White Houses

White Houses, Amy Bloom's first novel based on historical characters, tells the story of the love and friendship between Eleanor Roosevelt and Lorena Hickok. The women's relationship was so open that "Hick" was widely known as the "First Friend," yet discreet enough that their intimacies continued unchallenged for years. Bloom's (Lucky Us) copious research infuses the tale on every page but never overshadows her storytelling.

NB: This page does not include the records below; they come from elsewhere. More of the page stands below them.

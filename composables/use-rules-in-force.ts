import { computed } from 'vue'
import type { AssessmentRules } from '#shared/domain/assessment/types'
import { starterAgents } from '#shared/domain/contrast/agents'
import type { GuidanceView, PolicyView } from '#shared/types/views'
import { useApi } from '~/composables/use-api'

/** Guidance and policy in force, read once in the browser; null until they are there. */
export function useRulesInForce() {
  const api = useApi()
  const { data, status, refresh } = useAsyncData('rules-in-force', async () => {
    const [guidance, policy] = await Promise.all([api.get<GuidanceView>('/api/guidance'), api.get<PolicyView>('/api/policy')])
    return guidance.ok && policy.ok ? { guidance: guidance.data, policy: policy.data } : null
  }, { server: false, lazy: true, dedupe: 'defer' })

  const rules = computed<AssessmentRules | null>(() => data.value
    ? { guidance: data.value.guidance.guidance, policy: data.value.policy.policy, agents: starterAgents }
    : null)

  const pending = computed(() => status.value === 'idle' || status.value === 'pending')
  const failed = computed(() => !pending.value && data.value === null)
  return { rules, view: data, pending, failed, refresh }
}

Hick's first-person narration provides authenticity, as do the historic references throughout. (Young Tip O'Neill, "that vile Joe Kennedy," Churchill and J. Edgar Hoover make appearances.) The book opens on April 27, 1945, just after FDR's death, and the women's stories surface through reminiscences. Hick had an impoverished South Dakota childhood and scraped her way up to AP reporter on the Lindbergh kidnapping case, which lead to an assignment in 1932 covering Eleanor. Hick recalls, "I never envied a wife or a husband, until I met Eleanor. Then I would have traded anything I ever had for what Franklin had... polio and all." She then quietly moves into the White House, covering the family as a member of the administration.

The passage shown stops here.